In both trials, zinc oxide (Sigma Aldrich, Taufkirchen, Germany) was applied as a feed supplement to a high zinc feeding group (2000–2500 ppm) and background control (50–70 ppm). Further details of the animal trials can be found in the original publications [18, 58].

All isolates were initially screened for their resistance profiles against ampicillin, chloramphenicol, gentamicin, streptomycin, tetracycline, cefotaxime, enrofloxacin, sulfamethoxazole/trimethoprim and imipenem (BD BBL Sensi-Disc Antimicrobial Susceptibility Test Discs, Becton-Dickinson, United States) according to the standards of the Clinical and Laboratory Standards Institute [63]. The results from the agar disc diffusion tests were confirmed using minimum inhibitory concentration (MIC) microdilution using cation adjusted Mueller Hinton II medium (Micronaut breakpoint plates, Genzyme Diagnostics, Rüsselsheim, Germany) according to CLSI standards (CLSI, 2008). Based on their resistance patterns these strains were stratified as multi-drug resistant or non-multi-drug resistant according to the definition of Schwarz et al. [44], as resistant (resistant to at least one antimicrobial agent) or susceptible (completely sensitive to the tested antimicrobials).

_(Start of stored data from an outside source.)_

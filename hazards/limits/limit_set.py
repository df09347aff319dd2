"""Limit sets as data: reading a TOML file of rows, factors and apertures into typed objects.

A limit set file (``hazards/limits/data/<name>.toml``) holds

* ``[limit_set]``: name, title, citation, the domain, and notes that apply to the whole set;
* ``[factors.<NAME>]`` arrays of pieces (``when`` conditions, ``value`` formula, ``source``):
  the correction factors and parameters (C_A, C_E, T_2, alpha_max, gamma ...), evaluated in
  the order they are needed;
* ``[apertures.<table>]`` pieces giving the limiting aperture diameter in mm: one table per
  tissue, and further tables that rows name with ``aperture = { eye = "<table>" }`` where a
  second limit for the same tissue is averaged differently;
* ``[pulse_trains]``: the grouping time factor and the exponent of C_P = N^exponent;
* ``[[rows]]``: one row of the published table each: tissues, mechanism, ``when`` conditions
  (wavelength_nm, t, alpha_mrad as interval strings such as "[400, 700]", "[10, T2)", whose
  bounds may name a factor), quantity H or E, formula, citation, status and note.

Variables a formula or a bound may name: ``wavelength_nm``, ``t`` (s), ``alpha_mrad`` and any
factor of the same file. Adding an edition is adding a file; the engine has no per-edition code.
"""
from __future__ import annotations

import math
import re
import tomllib
from dataclasses import dataclass
from functools import cache
from pathlib import Path
from typing import Any, Literal

from hazards.limits.expression import Expression, ExpressionError, parse_expression

DATA_DIRECTORY = Path(__file__).parent / "data"
INPUT_VARIABLES = frozenset({"wavelength_nm", "t", "alpha_mrad"})
TISSUES = ("eye", "skin")
STATUSES = frozenset({"read", "read, pre-2013 value", "from memory", "unverified", "interpretation"})

_INTERVAL = re.compile(r"^\s*([\[(])\s*([^,\s]+)\s*,\s*([^,\s]+)\s*([\])])\s*$")


class LimitSetError(ValueError):
    """A limit-set data file is malformed (a bug in the data, not a person's input)."""


Bound = float | str


@dataclass(frozen=True)
class Interval:
    """A range with each end open or closed; a bound is a number or the name of a factor."""

    text: str
    lower: Bound
    upper: Bound
    lower_closed: bool
    upper_closed: bool

    @property
    def names(self) -> frozenset[str]:
        return frozenset(bound for bound in (self.lower, self.upper) if isinstance(bound, str))


@dataclass(frozen=True)
class Condition:
    variable: str
    interval: Interval


@dataclass(frozen=True)
class Piece:
    """One line of a factor or aperture table: where it holds, its formula and its source."""

    conditions: tuple[Condition, ...]
    value: Expression
    source: str
    status: str
    note: str


@dataclass(frozen=True)
class Factor:
    name: str
    unit: str
    pieces: tuple[Piece, ...]

    @property
    def names(self) -> frozenset[str]:
        used: set[str] = set()
        for piece in self.pieces:
            used.update(piece.value.names)
            for condition in piece.conditions:
                used.add(condition.variable)
                used.update(condition.interval.names)
        return frozenset(used)


@dataclass(frozen=True)
class Row:
    """One cell of a published table: the limit for a band, a duration range and a condition."""

    id: str
    tissues: tuple[str, ...]
    mechanism: str
    conditions: tuple[Condition, ...]
    quantity: Literal["H", "E"]
    expression: Expression
    pulse_reduction: bool
    field_of_view: str | None
    citation: str
    status: str
    note: str
    apertures: dict[str, str]

    def aperture_table(self, tissue: str) -> str:
        """The limiting-aperture table this row is averaged over for ``tissue`` (the tissue's own by default)."""
        return self.apertures.get(tissue, tissue)

    @property
    def names(self) -> frozenset[str]:
        used = set(self.expression.names)
        for condition in self.conditions:
            used.add(condition.variable)
            used.update(condition.interval.names)
        if self.field_of_view:
            used.add(self.field_of_view)
        return frozenset(used)


@dataclass(frozen=True)
class PulseTrainRules:
    grouping_time: str
    reduction_exponent: float
    citation: str
    note: str


@dataclass(frozen=True)
class LimitSet:
    name: str
    title: str
    citation: str
    notes: tuple[str, ...]
    wavelength_range_m: tuple[float, float]
    duration_range_s: tuple[float, float]
    factors: dict[str, Factor]
    apertures: dict[str, Factor]
    rows: tuple[Row, ...]
    pulse_trains: PulseTrainRules

    @property
    def wavelength_edges_m(self) -> tuple[float, ...]:
        """Every wavelength at which a row, a factor or an aperture of the set changes, inside its range."""
        conditions = [condition for row in self.rows for condition in row.conditions]
        conditions += [condition for table in (*self.factors.values(), *self.apertures.values())
                       for piece in table.pieces for condition in piece.conditions]
        edges = {bound * 1e-9 for condition in conditions if condition.variable == "wavelength_nm"
                 for bound in (condition.interval.lower, condition.interval.upper)
                 if isinstance(bound, float) and math.isfinite(bound)}
        low, high = self.wavelength_range_m
        return tuple(sorted(edge for edge in edges if low * (1 + 1e-9) < edge < high * (1 - 1e-9)))


def parse_interval(text: str) -> Interval:
    match = _INTERVAL.match(text)
    if match is None:
        raise LimitSetError(f"cannot read interval {text!r} (write it like '[400, 700)')")
    opening, lower_text, upper_text, closing = match.groups()
    return Interval(text=text.strip(), lower=_bound(lower_text), upper=_bound(upper_text),
                    lower_closed=opening == "[", upper_closed=closing == "]")


def _bound(text: str) -> Bound:
    if text in {"inf", "+inf"}:
        return math.inf
    if text == "-inf":
        return -math.inf
    try:
        return float(text)
    except ValueError:
        if not re.fullmatch(r"[A-Za-z_]\w*", text):
            raise LimitSetError(f"bound {text!r} is neither a number nor a name") from None
        return text


def _conditions(table: object, where: str) -> tuple[Condition, ...]:
    if not isinstance(table, dict):
        raise LimitSetError(f"{where}: 'when' must be a table of variable = interval")
    return tuple(Condition(variable=str(variable), interval=parse_interval(str(text)))
                 for variable, text in table.items())


def _formula(text: object, where: str) -> Expression:
    try:
        return parse_expression(str(text))
    except ExpressionError as error:
        raise LimitSetError(f"{where}: {error}") from None


def _status(value: object, where: str) -> str:
    status = str(value)
    if status not in STATUSES:
        raise LimitSetError(f"{where}: status {status!r} is not one of {sorted(STATUSES)}")
    return status


def _pieces(name: str, raw: object, unit: str) -> Factor:
    if not isinstance(raw, list):
        raise LimitSetError(f"factor {name}: expected an array of pieces")
    pieces = []
    for number, piece in enumerate(raw, 1):
        where = f"factor {name} piece {number}"
        pieces.append(Piece(conditions=_conditions(piece.get("when", {}), where),
                            value=_formula(piece["value"], where), source=str(piece["source"]),
                            status=_status(piece.get("status", "read"), where),
                            note=str(piece.get("note", ""))))
    return Factor(name=name, unit=unit, pieces=tuple(pieces))


def _factor_unit(name: str) -> str:
    if name.endswith("_mrad"):
        return "mrad"
    if name.endswith("_mm"):
        return "mm"
    if name.startswith("T"):
        return "s"
    return ""


def parse_limit_set(document: dict[str, Any], origin: str) -> LimitSet:
    try:
        header = document["limit_set"]
        factors = {name: _pieces(name, raw, _factor_unit(name)) for name, raw in document["factors"].items()}
        apertures = {tissue: _pieces(f"aperture ({tissue})", raw, "mm")
                     for tissue, raw in document["apertures"].items()}
        rows = tuple(_row(raw) for raw in document["rows"])
        pulses = document["pulse_trains"]
        limit_set = LimitSet(
            name=str(header["name"]), title=str(header["title"]), citation=str(header["citation"]),
            notes=tuple(str(note) for note in header.get("notes", [])),
            wavelength_range_m=(float(header["wavelength_m"][0]), float(header["wavelength_m"][1])),
            duration_range_s=(float(header["duration_s"][0]), float(header["duration_s"][1])),
            factors=factors, apertures=apertures, rows=rows,
            pulse_trains=PulseTrainRules(grouping_time=str(pulses["grouping_time"]),
                                         reduction_exponent=float(pulses["reduction_exponent"]),
                                         citation=str(pulses["citation"]), note=str(pulses.get("note", ""))),
        )
    except KeyError as error:
        raise LimitSetError(f"{origin}: missing key {error}") from None
    _check_names(limit_set, origin)
    return limit_set


def _row(raw: dict[str, Any]) -> Row:
    where = f"row {raw.get('id', '?')}"
    quantity = raw["quantity"]
    if quantity not in ("H", "E"):
        raise LimitSetError(f"{where}: quantity must be 'H' or 'E', got {quantity!r}")
    tissues = tuple(raw["tissues"])
    if not set(tissues) <= set(TISSUES):
        raise LimitSetError(f"{where}: tissues must be among {TISSUES}, got {tissues}")
    conditions = _conditions(raw["when"], where)
    if not conditions or conditions[0].variable != "wavelength_nm":
        raise LimitSetError(f"{where}: 'when' must start with the wavelength_nm band")
    apertures = raw.get("aperture", {})
    if not isinstance(apertures, dict) or not set(apertures) <= set(tissues):
        raise LimitSetError(f"{where}: 'aperture' must map some of its tissues {tissues} to an aperture table")
    return Row(id=str(raw["id"]), tissues=tissues, mechanism=str(raw["mechanism"]),
               conditions=conditions, quantity=quantity,
               expression=_formula(raw["expression"], where),
               pulse_reduction=bool(raw.get("pulse_reduction", False)),
               field_of_view=raw.get("field_of_view"), citation=str(raw["citation"]),
               status=_status(raw.get("status", "read"), where), note=str(raw.get("note", "")),
               apertures={str(tissue): str(table) for tissue, table in apertures.items()})


def _check_names(limit_set: LimitSet, origin: str) -> None:
    """Every name a formula or bound uses must be an input variable or a factor of the set."""
    known = INPUT_VARIABLES | set(limit_set.factors)
    users: list[tuple[str, frozenset[str]]] = [(f"row {row.id}", row.names) for row in limit_set.rows]
    users += [(f"factor {factor.name}", factor.names) for factor in limit_set.factors.values()]
    users += [(factor.name, factor.names) for factor in limit_set.apertures.values()]
    users.append(("pulse_trains", frozenset({limit_set.pulse_trains.grouping_time})))
    for where, names in users:
        unknown = names - known
        if unknown:
            raise LimitSetError(f"{origin}: {where} uses unknown names {sorted(unknown)}")
    for row in limit_set.rows:
        for tissue in row.tissues:
            if row.aperture_table(tissue) not in limit_set.apertures:
                raise LimitSetError(f"{origin}: row {row.id} is averaged over aperture table "
                                    f"{row.aperture_table(tissue)!r}, which the file does not define")


def available_limit_sets() -> tuple[str, ...]:
    return tuple(sorted(path.stem for path in DATA_DIRECTORY.glob("*.toml")))


@cache
def load_limit_set(name: str) -> LimitSet:
    """Read ``data/<name>.toml`` once per process."""
    path = DATA_DIRECTORY / f"{name}.toml"
    with path.open("rb") as handle:
        document = tomllib.load(handle)
    limit_set = parse_limit_set(document, origin=path.name)
    if limit_set.name != name:
        raise LimitSetError(f"{path.name}: [limit_set] name is {limit_set.name!r}, expected {name!r}")
    return limit_set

Overnight cultures of all E. coli isolates were adjusted to McFarland Standard 0.5 (1.5 × 10⁸ CFU) and 50 µl of 1:200 dilution of adjusted suspensions in Mueller–Hinton broth (Roth, Karlsruhe, Germany) were used as inocula for incubations for 16 to 20 h at 35 °C in biocide and heavy metal microtiter-plates (Merlin, Bornheim-Hersel, Germany). The plates contained a wide range of concentrations of biocides/heavy metals in twofold dilution steps including 32 to 8192 μg/ml copper sulfate (COP) and 4 to 8192 μg/ml zinc chloride (ZKC) [45]. In our study, the minimal inhibitory concentration data of two heavy metals including copper sulfate and zinc chloride were collected. To prevent drying of the plates during incubation a sealing tape was used to seal the surface of the plate. After the incubation, the MIC for zinc was determined visually and reported as the growth breakpoint. E. coli ATCC25922 and ATCC10536 strains were used as reference strains for internal quality control.

Statistical analysis was performed based on the combined datasets from both zinc feeding trials. Isolates were stratified irrespective of the zinc feeding either as multi-drug resistant (MDR) or non- multi-drug resistant (NMDR) isolates, as well as resistant (R) (at least one resistance) or susceptible (S) isolates. In addition, the isolates were subsequently grouped based on their origin from either high-zinc supplementation group (zinc) or the background control (control). Statistical analyses were performed using the SPSS software, version 25.0 (IBM, New York, NY, USA). The normal distribution of data was evaluated by a 1-sample Kolmogorov–Smirnov test. Mann–Whitney (non-parametric test) and chi-square tests were used for the analysis of data [64, 65]. The correlation between zinc tolerance and copper tolerance was calculated using Spearman rank correlation test (non-parametric correlation) [66]. The non-normally distributed data are shown as the median ± standard deviation (SD), and P < 0.05 was considered statistically significant.